> **Work order**: Take the material below and reproduce, word for word, only the lines from the line with "while chunk := src.read(1" through the line with "part.unlink()".

Segment Start: Data shown

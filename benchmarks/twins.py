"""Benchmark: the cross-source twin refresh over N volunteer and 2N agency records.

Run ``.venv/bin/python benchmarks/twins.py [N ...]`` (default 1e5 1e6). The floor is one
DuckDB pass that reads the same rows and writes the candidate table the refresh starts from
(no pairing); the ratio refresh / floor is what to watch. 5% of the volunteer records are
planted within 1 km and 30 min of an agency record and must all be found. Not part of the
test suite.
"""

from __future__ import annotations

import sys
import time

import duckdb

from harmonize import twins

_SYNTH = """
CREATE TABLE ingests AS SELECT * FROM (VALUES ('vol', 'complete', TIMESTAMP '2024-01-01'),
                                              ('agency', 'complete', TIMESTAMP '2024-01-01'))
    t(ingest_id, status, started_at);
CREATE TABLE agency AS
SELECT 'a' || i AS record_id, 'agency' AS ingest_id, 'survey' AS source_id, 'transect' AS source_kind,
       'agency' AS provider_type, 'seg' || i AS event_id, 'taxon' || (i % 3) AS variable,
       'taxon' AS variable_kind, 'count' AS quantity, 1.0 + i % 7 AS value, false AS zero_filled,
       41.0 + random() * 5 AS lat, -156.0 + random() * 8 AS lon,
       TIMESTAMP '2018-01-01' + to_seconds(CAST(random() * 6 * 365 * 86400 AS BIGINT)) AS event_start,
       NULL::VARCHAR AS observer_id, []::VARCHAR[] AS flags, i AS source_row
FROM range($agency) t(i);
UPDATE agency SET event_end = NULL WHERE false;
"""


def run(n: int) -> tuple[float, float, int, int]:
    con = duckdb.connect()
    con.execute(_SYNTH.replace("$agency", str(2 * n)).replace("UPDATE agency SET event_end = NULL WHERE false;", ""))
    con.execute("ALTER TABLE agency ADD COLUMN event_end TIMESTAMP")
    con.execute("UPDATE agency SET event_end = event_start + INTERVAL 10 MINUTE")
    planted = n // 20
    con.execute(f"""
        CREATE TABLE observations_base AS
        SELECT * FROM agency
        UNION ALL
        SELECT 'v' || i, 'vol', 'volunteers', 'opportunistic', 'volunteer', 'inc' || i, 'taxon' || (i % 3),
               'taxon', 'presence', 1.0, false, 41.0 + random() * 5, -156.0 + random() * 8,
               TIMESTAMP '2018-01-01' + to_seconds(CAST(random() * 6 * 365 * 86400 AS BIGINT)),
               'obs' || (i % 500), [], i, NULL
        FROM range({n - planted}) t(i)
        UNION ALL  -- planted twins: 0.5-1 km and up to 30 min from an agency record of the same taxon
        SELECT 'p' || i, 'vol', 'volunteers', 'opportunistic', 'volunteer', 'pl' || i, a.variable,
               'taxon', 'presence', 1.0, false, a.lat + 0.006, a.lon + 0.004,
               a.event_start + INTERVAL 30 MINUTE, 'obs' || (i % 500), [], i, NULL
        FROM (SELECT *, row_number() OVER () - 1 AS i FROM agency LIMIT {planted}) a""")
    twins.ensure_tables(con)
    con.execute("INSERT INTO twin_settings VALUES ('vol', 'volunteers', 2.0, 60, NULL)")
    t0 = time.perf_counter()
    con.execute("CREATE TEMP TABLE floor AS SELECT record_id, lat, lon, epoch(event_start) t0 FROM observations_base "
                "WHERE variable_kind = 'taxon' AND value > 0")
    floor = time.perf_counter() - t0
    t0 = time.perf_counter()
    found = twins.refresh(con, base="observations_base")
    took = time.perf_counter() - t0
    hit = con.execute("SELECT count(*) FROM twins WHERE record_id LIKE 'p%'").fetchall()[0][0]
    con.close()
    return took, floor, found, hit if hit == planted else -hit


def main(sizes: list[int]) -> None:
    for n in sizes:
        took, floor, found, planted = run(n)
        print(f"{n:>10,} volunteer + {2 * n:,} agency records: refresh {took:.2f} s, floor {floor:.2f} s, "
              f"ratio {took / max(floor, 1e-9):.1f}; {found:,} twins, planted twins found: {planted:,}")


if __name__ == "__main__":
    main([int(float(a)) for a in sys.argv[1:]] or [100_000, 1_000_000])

Segment End: Data shown
Segment Start: Data shown

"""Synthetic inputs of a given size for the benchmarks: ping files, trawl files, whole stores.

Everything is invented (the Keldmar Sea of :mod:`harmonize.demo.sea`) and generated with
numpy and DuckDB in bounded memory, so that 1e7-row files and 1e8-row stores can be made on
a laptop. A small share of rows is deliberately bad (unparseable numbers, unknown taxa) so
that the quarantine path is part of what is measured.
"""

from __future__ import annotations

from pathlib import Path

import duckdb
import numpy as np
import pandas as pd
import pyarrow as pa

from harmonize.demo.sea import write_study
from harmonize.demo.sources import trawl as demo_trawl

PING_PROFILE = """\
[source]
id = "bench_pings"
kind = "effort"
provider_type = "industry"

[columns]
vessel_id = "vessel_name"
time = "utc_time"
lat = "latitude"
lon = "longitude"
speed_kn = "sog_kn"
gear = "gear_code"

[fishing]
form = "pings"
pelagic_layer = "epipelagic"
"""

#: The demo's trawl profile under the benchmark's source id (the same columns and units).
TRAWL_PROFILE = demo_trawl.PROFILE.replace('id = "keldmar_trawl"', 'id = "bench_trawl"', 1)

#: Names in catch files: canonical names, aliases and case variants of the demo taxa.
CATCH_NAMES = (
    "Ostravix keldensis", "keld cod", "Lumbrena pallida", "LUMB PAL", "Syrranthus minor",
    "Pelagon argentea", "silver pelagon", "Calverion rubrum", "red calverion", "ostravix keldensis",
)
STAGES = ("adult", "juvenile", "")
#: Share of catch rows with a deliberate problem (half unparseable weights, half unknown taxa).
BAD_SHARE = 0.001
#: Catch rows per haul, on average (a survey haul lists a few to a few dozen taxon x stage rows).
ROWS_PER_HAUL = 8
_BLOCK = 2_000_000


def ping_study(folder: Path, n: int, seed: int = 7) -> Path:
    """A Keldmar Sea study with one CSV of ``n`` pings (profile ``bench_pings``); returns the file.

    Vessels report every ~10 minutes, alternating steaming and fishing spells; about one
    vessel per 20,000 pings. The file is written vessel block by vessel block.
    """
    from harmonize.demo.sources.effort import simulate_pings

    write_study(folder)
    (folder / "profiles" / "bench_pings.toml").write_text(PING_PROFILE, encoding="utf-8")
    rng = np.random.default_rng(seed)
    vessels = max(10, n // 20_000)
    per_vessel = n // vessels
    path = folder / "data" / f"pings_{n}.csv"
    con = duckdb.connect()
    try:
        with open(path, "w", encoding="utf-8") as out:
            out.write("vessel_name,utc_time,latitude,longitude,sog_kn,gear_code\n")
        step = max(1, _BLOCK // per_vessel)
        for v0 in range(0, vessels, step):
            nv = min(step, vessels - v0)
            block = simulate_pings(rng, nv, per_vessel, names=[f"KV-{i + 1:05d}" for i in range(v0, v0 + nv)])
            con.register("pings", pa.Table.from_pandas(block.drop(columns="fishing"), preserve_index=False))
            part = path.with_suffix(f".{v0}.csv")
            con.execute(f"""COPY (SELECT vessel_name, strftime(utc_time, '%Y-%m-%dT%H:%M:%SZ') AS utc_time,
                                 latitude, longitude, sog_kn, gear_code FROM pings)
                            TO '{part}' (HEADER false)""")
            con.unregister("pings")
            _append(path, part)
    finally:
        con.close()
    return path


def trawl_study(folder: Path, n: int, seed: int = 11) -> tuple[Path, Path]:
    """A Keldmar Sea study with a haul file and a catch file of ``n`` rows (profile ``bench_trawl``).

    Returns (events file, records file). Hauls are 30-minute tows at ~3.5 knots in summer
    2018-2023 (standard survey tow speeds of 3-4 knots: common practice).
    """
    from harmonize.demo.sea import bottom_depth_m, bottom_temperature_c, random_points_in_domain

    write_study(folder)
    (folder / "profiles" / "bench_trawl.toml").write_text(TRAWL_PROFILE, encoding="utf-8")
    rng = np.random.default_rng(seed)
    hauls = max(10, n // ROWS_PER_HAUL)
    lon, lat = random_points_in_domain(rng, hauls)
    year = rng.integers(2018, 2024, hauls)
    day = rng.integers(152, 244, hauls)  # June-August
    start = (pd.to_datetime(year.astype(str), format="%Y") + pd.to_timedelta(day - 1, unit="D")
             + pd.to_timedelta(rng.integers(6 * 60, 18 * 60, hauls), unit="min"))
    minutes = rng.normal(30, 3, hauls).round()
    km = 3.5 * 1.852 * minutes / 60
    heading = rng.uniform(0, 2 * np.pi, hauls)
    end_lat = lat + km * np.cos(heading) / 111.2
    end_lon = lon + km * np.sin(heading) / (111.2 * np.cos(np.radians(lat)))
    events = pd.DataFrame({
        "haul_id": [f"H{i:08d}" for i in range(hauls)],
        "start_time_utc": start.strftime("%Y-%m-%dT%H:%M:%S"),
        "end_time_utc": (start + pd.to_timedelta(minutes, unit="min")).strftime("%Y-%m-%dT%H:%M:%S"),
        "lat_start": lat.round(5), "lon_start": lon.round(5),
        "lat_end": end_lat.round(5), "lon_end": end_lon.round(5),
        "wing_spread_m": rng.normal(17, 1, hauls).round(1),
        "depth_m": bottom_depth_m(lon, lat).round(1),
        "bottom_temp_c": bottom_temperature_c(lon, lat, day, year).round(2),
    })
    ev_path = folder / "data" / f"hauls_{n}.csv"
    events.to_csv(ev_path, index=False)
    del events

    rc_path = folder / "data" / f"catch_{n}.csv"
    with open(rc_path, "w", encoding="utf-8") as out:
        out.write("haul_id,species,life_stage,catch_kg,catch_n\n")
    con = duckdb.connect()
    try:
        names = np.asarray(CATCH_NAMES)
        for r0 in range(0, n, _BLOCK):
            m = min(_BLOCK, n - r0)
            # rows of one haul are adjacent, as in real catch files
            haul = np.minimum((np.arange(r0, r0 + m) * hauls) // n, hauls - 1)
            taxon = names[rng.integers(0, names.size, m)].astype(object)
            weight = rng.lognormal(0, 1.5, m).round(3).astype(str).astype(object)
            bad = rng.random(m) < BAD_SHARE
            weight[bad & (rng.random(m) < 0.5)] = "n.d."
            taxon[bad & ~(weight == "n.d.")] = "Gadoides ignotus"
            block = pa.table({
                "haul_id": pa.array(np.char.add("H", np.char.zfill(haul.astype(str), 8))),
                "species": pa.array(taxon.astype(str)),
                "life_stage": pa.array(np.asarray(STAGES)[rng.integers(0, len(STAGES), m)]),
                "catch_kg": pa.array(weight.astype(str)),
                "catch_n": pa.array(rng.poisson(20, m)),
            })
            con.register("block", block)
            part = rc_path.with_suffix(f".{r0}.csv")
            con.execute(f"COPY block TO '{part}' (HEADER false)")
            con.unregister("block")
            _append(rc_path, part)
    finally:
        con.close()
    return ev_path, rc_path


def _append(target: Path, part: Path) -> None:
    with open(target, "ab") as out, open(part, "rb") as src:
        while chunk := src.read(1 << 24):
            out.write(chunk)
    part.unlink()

Segment End: Data shown

> **Solution to this problem**:
        while chunk := src.read(1 << 24):
            out.write(chunk)
    part.unlink()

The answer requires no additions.